Young, tall, and full of hope, Robert served in Vietnam with the Signal Corps. As an officer, his duty was less combat-centric than most and he lived what we would consider a successful life, although he frequently had “gut problems.” In 2014, he was diagnosed with a rare form of cancer, cholangiocarcinoma. The cause? Eating raw or undercooked fish in Vietnam, as instructed by his superiors to win the favor of Vietnamese nationals. He was exposed to liver flukes who lived in his body for 25-30 years creating scar tissue that resulted in this cancer. He died in 2015, decades after service.
John is an executive. He is carefully groomed, fit, and dressed to perfection. He is likely to not tell anyone he is a veteran and won’t let on until someone else does first. He sums up his service with, “I served too.” John was a U. S. Army Tank Commander during the invasion of Bagdad. Most of his crew were killed when a roadside bomb flipped his vehicle and insurgent gunfire finished them all off. John was the only survivor. If John could go back in time he would gladly, happily trade places with any of them. Survivor’s guilt is a burden he carries quietly and, at times, crushes him. He lives alone.

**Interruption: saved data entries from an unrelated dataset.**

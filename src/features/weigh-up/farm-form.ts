import { z } from 'zod';
import { soilTexture } from '#shared/farm.ts';
import { weighUpInput, type WeighUp, type WeighUpInput } from '#shared/weigh-up.ts';
import { readTrialFields, toTrialFields, trialChoices } from './chosen-farm.ts';
import { toInput } from './weigh-up-input.ts';

const { farmLatitude, farmLongitude, farmSeasonRainMm, farmHeatSumDegreeDays, usualYield } =
  weighUpInput.shape;

/** What the farm's panel holds; a figure that is not known stays open. */
export const farmForm = z
  .object({
    latitude: farmLatitude.unwrap(),
    longitude: farmLongitude.unwrap(),
    seasonRainMm: farmSeasonRainMm.unwrap(),
    heatSumDegreeDays: farmHeatSumDegreeDays.unwrap(),
    soilTexture: soilTexture.nullable(),
    usualYield: usualYield.unwrap(),
    trials: z.enum(trialChoices),
  })
  .refine((form) => form.trials !== 'nearest' || form.latitude !== null, {
    path: ['trials'],
    message: 'nearest-needs-farm',
  });
export type FarmForm = z.output<typeof farmForm>;
export type FarmDraft = z.input<typeof farmForm>;

export function toFarmDraft(weighUp: WeighUp): FarmDraft {
  return {
    latitude: weighUp.farmLatitude,
    longitude: weighUp.farmLongitude,
    seasonRainMm: weighUp.farmSeasonRainMm,
    heatSumDegreeDays: weighUp.farmHeatSumDegreeDays,
    soilTexture: weighUp.farmSoilTexture,
    usualYield: weighUp.usualYield,
    trials: readTrialFields(weighUp),
  };
}

/** The whole weigh-up with the panel's farm, as it is saved. */
export function toInputWithFarm(weighUp: WeighUp, form: FarmForm): WeighUpInput {
  return {
    ...toInput(weighUp),
    farmLatitude: form.latitude,
    farmLongitude: form.longitude,
    farmSeasonRainMm: form.seasonRainMm,
    farmHeatSumDegreeDays: form.heatSumDegreeDays,
    farmSoilTexture: form.soilTexture,
    usualYield: form.usualYield,
    ...toTrialFields(form.trials),
  };
}
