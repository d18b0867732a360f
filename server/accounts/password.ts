import { randomBytes } from 'node:crypto';
import { hash, verify } from '@node-rs/argon2';

/** What an unknown address is checked against, so that it takes as long as a wrong password. Matches nothing. */
const decoyHash = hash(randomBytes(32));

/** Argon2id of a password with the package's defaults (19 MiB, 2 passes, 1 lane) and a salt of its own. */
export function hashPassword(password: string): Promise<string> {
  return hash(password);
}

/**
 * Whether the password belongs to the hash.
 * @param passwordHash null where there is no such account: false, after the same work
 */
export async function checkPassword(passwordHash: string | null, password: string): Promise<boolean> {
  const isRight = await verify(passwordHash ?? (await decoyHash), password);
  return isRight && passwordHash !== null;
}
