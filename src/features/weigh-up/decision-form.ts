import { z } from 'zod';
import { decisionInput, isOverArea, type Decision, type DecisionInput } from '#shared/decision.ts';
import type { WeighUp } from '#shared/weigh-up.ts';

/** What is typed: the choice in one list, a candidate by its id, the others by their word. */
const typedDecision = z.object({
  chosen: z.string().min(1, { error: 'required' }),
  areaHectares: z.number().nullable(),
  reason: z.string(),
});

/**
 * The typed decision, turned into one that is saved; what does not fit is said beside its field.
 * @param weighUpHectares what the weigh-up is about
 */
export const decisionFormOn = (weighUpHectares: number) =>
  typedDecision
    .transform(toDecisionInput)
    .pipe(decisionInput)
    .refine(({ areaHectares }) => !isOverArea(areaHectares, weighUpHectares), {
      path: ['areaHectares'],
      message: 'over-area',
    });
export type DecisionDraft = z.input<typeof typedDecision>;

/** Whether a choice has hectares: what is undecided has none. */
export const hasArea = (chosen: string): boolean => chosen !== 'undecided';

function toDecisionInput({ chosen, areaHectares, reason }: DecisionDraft): DecisionInput {
  const area = hasArea(chosen) ? areaHectares : null;
  return chosen === 'current' || chosen === 'other' || chosen === 'undecided'
    ? { choice: chosen, varietyId: null, areaHectares: area, reason }
    : { choice: 'candidate', varietyId: chosen, areaHectares: area, reason };
}

/** The recorded decision as it is typed, or an open one for the whole area. */
export function toDecisionDraft(decision: Decision | null, weighUp: WeighUp): DecisionDraft {
  if (decision === null) return { chosen: '', areaHectares: weighUp.areaHectares, reason: '' };
  return {
    chosen: decision.varietyId ?? decision.choice,
    areaHectares: decision.areaHectares,
    reason: decision.reason,
  };
}
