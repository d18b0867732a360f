import { useState } from 'react';
import { useTranslation } from 'react-i18next';
import { Button } from '#src/components/button.tsx';
import { Field } from '#src/components/field.tsx';
import { TextInput } from '#src/components/text-input.tsx';
import { LinkQrCode } from './link-qr-code.tsx';
import { SendLinkForm } from './send-link-form.tsx';

type CopyLinkProps = {
  weighUpId: string;
  copyId: string;
  /** The whole address, its secret last. */
  link: string;
  isMailSetUp: boolean;
  /** Where the mail goes that was asked for with the copy; null for none. */
  sentTo: string | null;
};

/** The secret link, shown once: only its hash is kept. By camera, by mail, or copied. */
export function CopyLink({ weighUpId, copyId, link, isMailSetUp, sentTo }: CopyLinkProps) {
  const { t } = useTranslation('weigh-up');
  const [state, setState] = useState<'new' | 'copied' | 'failed'>('new');
  const token = link.slice(link.lastIndexOf('/') + 1);
  const copy = async () => {
    try {
      await navigator.clipboard.writeText(link);
      setState('copied');
    } catch {
      // Browsers refuse the clipboard on plain http and without permission: the field is there to copy by hand.
      setState('failed');
    }
  };
  return (
    <div className="flex flex-col gap-3 rounded-lg border border-action bg-card p-4 sm:p-5">
      <h3>{t('copies.linkTitle')}</h3>
      <p className="text-sm">{t('copies.linkText')}</p>
      {sentTo !== null && (
        <p role="status" className="font-semibold">
          {t('copies.sendQueued', { to: sentTo })}
        </p>
      )}
      <div className="flex flex-wrap items-start gap-4">
        <LinkQrCode link={link} />
        <div className="flex min-w-0 grow basis-64 flex-col gap-3">
          <Field label={t('copies.link')}>
            <TextInput readOnly value={link} onFocus={(event) => event.target.select()} />
          </Field>
          <div className="flex flex-wrap items-center gap-3">
            <Button tone="main" onClick={() => void copy()}>
              {t('copies.copyLink')}
            </Button>
            <a href={link} target="_blank" rel="noreferrer" className="tap-target inline-flex items-center">
              {t('copies.openCopy')}
            </a>
            <a href={`${link}/pdf`} className="tap-target inline-flex items-center">
              {t('copies.downloadPdf')}
            </a>
          </div>
          <p role="status" className="text-sm">
            {state === 'copied' && t('copies.copied')}
            {state === 'failed' && t('copies.copyFailed')}
          </p>
        </div>
      </div>
      {isMailSetUp && <SendLinkForm weighUpId={weighUpId} copyId={copyId} token={token} />}
    </div>
  );
}
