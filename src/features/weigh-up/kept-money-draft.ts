import { useEffect } from 'react';
import { useQueryClient, type QueryClient } from '@tanstack/react-query';
import type { UseFormReturn } from 'react-hook-form';
import type { WeighUp } from '#shared/weigh-up.ts';
import type { MoneyDraft, MoneyForm } from './money-form.ts';

/** Numbers that were typed and not saved, with the weigh-up that they were typed over. */
type KeptMoney = { base: WeighUp; draft: MoneyDraft };

/** Of the tab: whoever looks at a trial in between finds the numbers as they were left. Gone with signing out. */
const keyOf = ({ id }: WeighUp) => ['kept-money', id] as const;

export const findKeptMoney = (client: QueryClient, weighUp: WeighUp): KeptMoney | undefined =>
  client.getQueryData<KeptMoney>(keyOf(weighUp));

const askBeforeLeaving = (event: BeforeUnloadEvent): void => event.preventDefault();

/**
 * Keeps what is typed as long as it is not saved; the browser asks before it throws the page away.
 * @param typed what stands in the form, watched
 */
export function useKeptMoney(
  getValues: UseFormReturn<MoneyDraft, unknown, MoneyForm>['getValues'],
  isDirty: boolean,
  typed: unknown,
  base: WeighUp,
): void {
  const client = useQueryClient();
  useEffect(() => {
    const queryKey = keyOf(base);
    if (!isDirty) {
      client.removeQueries({ queryKey });
      return;
    }
    // Nobody reads it while the page is away, and it is to be there all the same.
    client.setQueryDefaults(queryKey, { gcTime: Infinity });
    client.setQueryData<KeptMoney>(queryKey, { base, draft: getValues() });
  }, [client, getValues, typed, base, isDirty]);
  useEffect(() => {
    if (!isDirty) return undefined;
    window.addEventListener('beforeunload', askBeforeLeaving);
    return () => window.removeEventListener('beforeunload', askBeforeLeaving);
  }, [isDirty]);
}
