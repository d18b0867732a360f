import { useState } from 'react';
import { useMutation, useQuery, useQueryClient } from '@tanstack/react-query';
import { useTranslation } from 'react-i18next';
import { languages, type Language } from '#shared/account.ts';
import { makeGrowerCopy } from '#shared/grower-copy.ts';
import { callApi } from '#src/api-client.ts';
import { Button } from '#src/components/button.tsx';
import { ErrorState } from '#src/components/error-state.tsx';
import { Field } from '#src/components/field.tsx';
import { Select } from '#src/components/select.tsx';
import { Skeleton } from '#src/components/skeleton.tsx';
import { useLanguage } from '#src/components/use-language.ts';
import { QueryErrorState } from '#src/query-error-state.tsx';
import { useErrorText } from '#src/use-error-text.ts';
import { CopyLink } from './copy-link.tsx';
import { CopyList } from './copy-list.tsx';
import { growerCopiesQuery } from './weigh-up-queries.ts';

const year = 365;
const validities = [30, 90, year];

type HandOverProps = {
  weighUpId: string;
  /** The numbers on the page are not the saved ones, which a copy would freeze. */
  hasUnsaved: boolean;
};

/** Makes copies for the grower, shows the link once, and lists what was handed over. */
export function HandOver({ weighUpId, hasUnsaved }: HandOverProps) {
  const { t } = useTranslation('weigh-up');
  const copies = useQuery(growerCopiesQuery(weighUpId));
  const client = useQueryClient();
  const making = useMutation({
    mutationFn: (body: { language: Language; validDays: number }) =>
      callApi(makeGrowerCopy, { params: { weighUpId }, body }),
    onSuccess: () => client.invalidateQueries({ queryKey: growerCopiesQuery(weighUpId).queryKey }),
  });
  const errorText = useErrorText();
  return (
    <section id="hand-over" aria-labelledby="hand-over-title" className="flex flex-col gap-4">
      <h2 id="hand-over-title">{t('copies.title')}</h2>
      <p className="max-w-prose">{t('copies.lead')}</p>
      <CopyForm hasUnsaved={hasUnsaved} isBusy={making.isPending} onMake={(body) => making.mutate(body)} />
      {making.isError && <ErrorState message={errorText(making.error)} />}
      {making.data && <CopyLink key={making.data.copy.id} path={making.data.path} />}
      <h3>{t('copies.list')}</h3>
      {copies.isPending && <Skeleton lines={2} />}
      {copies.isError && <QueryErrorState query={copies} />}
      {copies.data && <CopyList weighUpId={weighUpId} copies={copies.data} />}
    </section>
  );
}

type CopyFormProps = {
  hasUnsaved: boolean;
  isBusy: boolean;
  onMake: (body: { language: Language; validDays: number }) => void;
};

function CopyForm({ hasUnsaved, isBusy, onMake }: CopyFormProps) {
  const { t } = useTranslation(['weigh-up', 'common']);
  const pageLanguage = useLanguage();
  const [language, setLanguage] = useState<Language | null>(null);
  const [validDays, setValidDays] = useState(year);
  const chosen = language ?? pageLanguage;
  return (
    <form
      className="flex flex-col gap-4"
      onSubmit={(event) => {
        event.preventDefault();
        onMake({ language: chosen, validDays });
      }}
    >
      <div className="grid gap-4 sm:max-w-md sm:grid-cols-2">
        <Field label={t('weigh-up:copies.language')}>
          <Select
            value={chosen}
            onChange={(event) => setLanguage(languages.find((code) => code === event.target.value) ?? null)}
            options={languages.map((code) => ({ value: code, label: t(`common:languageName.${code}`) }))}
          />
        </Field>
        <Field label={t('weigh-up:copies.validDays')}>
          <Select
            value={String(validDays)}
            onChange={(event) => setValidDays(Number(event.target.value))}
            options={validities.map((days) => ({
              value: String(days),
              label: days === year ? t('weigh-up:copies.year') : t('weigh-up:copies.days', { count: days }),
            }))}
          />
        </Field>
      </div>
      {hasUnsaved && <p className="text-sm font-semibold">{t('weigh-up:copies.saveFirst')}</p>}
      <Button type="submit" tone="main" className="self-start" isBusy={isBusy} disabled={hasUnsaved}>
        {t('weigh-up:copies.make')}
      </Button>
    </form>
  );
}
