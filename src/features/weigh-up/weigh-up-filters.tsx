import { useTranslation } from 'react-i18next';
import type { BilingualName } from '#shared/catalogue.ts';
import { Field } from '#src/components/field.tsx';
import { Select } from '#src/components/select.tsx';
import { TextInput } from '#src/components/text-input.tsx';
import { useFormat } from '#src/components/use-format.ts';
import { useUrlPatch } from '#src/url-state.ts';
import type { FilterChoices, WeighUpFilter } from './weigh-up-filter.ts';

type WeighUpFiltersProps = { filter: WeighUpFilter; choices: FilterChoices };

/** Search and filters of the list, all kept in the address. */
export function WeighUpFilters({ filter, choices }: WeighUpFiltersProps) {
  const { t } = useTranslation(['record', 'weigh-up']);
  const format = useFormat();
  const patch = useUrlPatch();
  const named = (names: readonly BilingualName[]) =>
    names
      .map((name) => ({ value: name.en, label: format.name(name) }))
      .sort((a, b) => a.label.localeCompare(b.label));
  return (
    <form
      role="search"
      onSubmit={(event) => event.preventDefault()}
      className="mb-4 grid grid-cols-2 gap-4 sm:grid-cols-3 lg:grid-cols-6"
    >
      <Field label={t('weigh-up:list.search')} className="col-span-2 sm:col-span-3 lg:col-span-6 lg:max-w-md">
        <TextInput
          type="search"
          value={filter.search}
          onChange={(event) => patch({ q: event.target.value })}
        />
      </Field>
      <FilterField name="crop" value={filter.crop} options={named(choices.crops)} />
      <FilterField name="region" value={filter.region} options={named(choices.regions)} />
      <FilterField
        name="season"
        value={filter.season}
        options={choices.seasons.map((season) => ({ value: String(season), label: String(season) }))}
      />
      <FilterField
        name="decided"
        value={filter.decided === 'all' ? '' : filter.decided}
        options={[
          { value: 'yes', label: t('record:list.decidedYes') },
          { value: 'no', label: t('record:list.decidedNo') },
        ]}
      />
      <Field label={t('record:list.shown')}>
        <Select
          value={filter.shown}
          onChange={(event) => patch({ shown: event.target.value === 'archived' ? 'archived' : null })}
          options={[
            { value: 'open', label: t('record:list.current') },
            { value: 'archived', label: t('record:list.archived') },
          ]}
        />
      </Field>
    </form>
  );
}

type FilterFieldProps = {
  name: 'crop' | 'region' | 'season' | 'decided';
  value: string;
  options: { value: string; label: string }[];
};

function FilterField({ name, value, options }: FilterFieldProps) {
  const { t } = useTranslation('record');
  const patch = useUrlPatch();
  return (
    <Field label={t(`list.${name}`)}>
      <Select
        value={value}
        onChange={(event) => patch({ [name]: event.target.value })}
        placeholder={t('list.all')}
        options={options}
      />
    </Field>
  );
}
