import { useCallback } from 'react';
import { useQueryClient } from '@tanstack/react-query';
import { ApiError } from '#src/api-client.ts';
import { weighUpQuery } from './weigh-up-queries.ts';

/** Whether somebody, or the same person in another tab, saved in between. */
export const isConflict = (error: unknown): boolean =>
  error instanceof ApiError && error.code === 'revision-conflict';

/**
 * Where a save was refused because somebody saved in between, fetches what they saved: the page then shows it beside
 * what is still chosen or typed, and saving once more is a choice made in its sight.
 */
export function useFollowingConflict(weighUpId: string): (error: Error) => void {
  const client = useQueryClient();
  return useCallback(
    (error) => {
      if (isConflict(error)) void client.invalidateQueries({ queryKey: weighUpQuery(weighUpId).queryKey });
    },
    [client, weighUpId],
  );
}
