import { useId, useMemo, useState, type Ref } from 'react';
import { useTranslation } from 'react-i18next';
import { formatNumber } from '#shared/format-number.ts';
import { findRegion, type Catalogue } from '#src/catalogue-query.ts';
import { Field } from '#src/components/field.tsx';
import { TextInput } from '#src/components/text-input.tsx';
import { useFormat } from '#src/components/use-format.ts';
import { useLanguage } from '#src/components/use-language.ts';
import {
  findKnownPlace,
  listKnownPlaces,
  readTypedPlace,
  type ChosenFarm,
  type KnownPlace,
} from './chosen-farm.ts';

type PlaceFieldProps = {
  catalogue: Catalogue;
  value: ChosenFarm | null;
  onChange: (farm: ChosenFarm | null) => void;
  ref?: Ref<HTMLInputElement>;
};

/** Most decimals of a degree that a farm is written with: about ten metres. */
const mostDecimals = 4;

/** Where the farm lies: found by name among towns and trial sites, or typed as coordinates. */
export function PlaceField({ catalogue, value, onChange, ref }: PlaceFieldProps) {
  const { t } = useTranslation('weigh-up');
  const listId = useId();
  const places = useMemo(() => listKnownPlaces(catalogue), [catalogue]);
  const labelOf = usePlaceLabel(catalogue);
  const writePoint = usePointWriter();
  // What is typed stays as typed until the field is left; what no place answers to stays for correction.
  const [typed, setTyped] = useState<string | null>(null);
  const [isUnknown, setUnknown] = useState(false);
  const known = findKnownPlace(places, value);
  const written = known ? labelOf(known) : value ? writePoint(value) : '';
  const settle = (text: string) => {
    const found = text.trim() === '' ? null : readTypedPlace(text, places, labelOf);
    const isLost = text.trim() !== '' && found === null;
    setUnknown(isLost);
    if (isLost) return;
    setTyped(null);
    if (found?.latitude !== value?.latitude || found?.longitude !== value?.longitude) onChange(found);
  };
  return (
    <Field
      label={t('farm.place')}
      hint={t('farm.placeHint')}
      error={isUnknown ? t('farm.placeUnknown') : undefined}
    >
      <TextInput
        list={listId}
        autoComplete="off"
        ref={ref}
        value={typed ?? written}
        onChange={(event) => {
          const text = event.target.value;
          setTyped(text);
          setUnknown(false);
          // Picked from the list: no need to leave the field first.
          if (places.some((place) => labelOf(place) === text)) settle(text);
        }}
        onBlur={(event) => settle(event.target.value)}
        onKeyDown={(event) => {
          if (event.key === 'Enter') settle(event.currentTarget.value);
        }}
      />
      <datalist id={listId}>
        {places.map((place) => (
          <option key={place.id} value={labelOf(place)} />
        ))}
      </datalist>
    </Field>
  );
}

function usePlaceLabel(catalogue: Catalogue): (place: KnownPlace) => string {
  const { t } = useTranslation('weigh-up');
  const format = useFormat();
  return ({ kind, name, regionId }) => {
    const region = findRegion(catalogue, regionId);
    return t(`farm.${kind}`, { name, region: region ? format.name(region.name) : '' });
  };
}

/** Coordinates as the language writes figures, and as the field reads them back. */
function usePointWriter(): (farm: ChosenFarm) => string {
  const language = useLanguage();
  const write = (degrees: number) => {
    const places = (degrees.toString().split('.')[1] ?? '').length;
    return formatNumber(degrees, language, { decimals: Math.min(places, mostDecimals) });
  };
  return ({ latitude, longitude }) =>
    `${write(latitude)}${language === 'fr' ? ' ' : ', '}${write(longitude)}`;
}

Help is available, readily available. The VA of 2019 is not the same as the one in 2015. Locally, their treatments range from non-traditional care at a Vet Center (1-877-WAR-VETS) to Goat Yoga and Guitar Club therapy at the Coatesville Medical Center.
Veterans wait. Each year, veterans die in the waiting room at VA medical centers or waiting for access to care*, but they would likely die in any hospital waiting room because they were taught to be resilient and stoic. They wait until the last minute for help because they think a brother or sister in arms may need help before them. Veterans die, for real, waiting in the battlefield of their own minds.
Robert, John, Charles, and “Old Mort” suffered in silence, the silence of a grave.
Go out this Veterans Day and do something besides tell someone the phrase “Thank you for your service,” which is nice but comes off as harsh, it is the absolute minimum a person could say. Maybe ask “Did you serve? What was it like? What did you do? They may minimize it, or talk your ear off, but maybe they will feel a connection to us all and feel safe enough to get the help they need.
*Veterans Health Administration Office of the Inspector General Report August 26, 2014, 14-02603-267, Veterans Health Administration Office of the Inspector General Report March 13, 2018, 17-00481-117, Semiannual Report to Congress, Issue 78, April 1 September 30, 2017
**First names of present-era veterans are fictitious in order to protect their privacy, any resemblance is coincidental.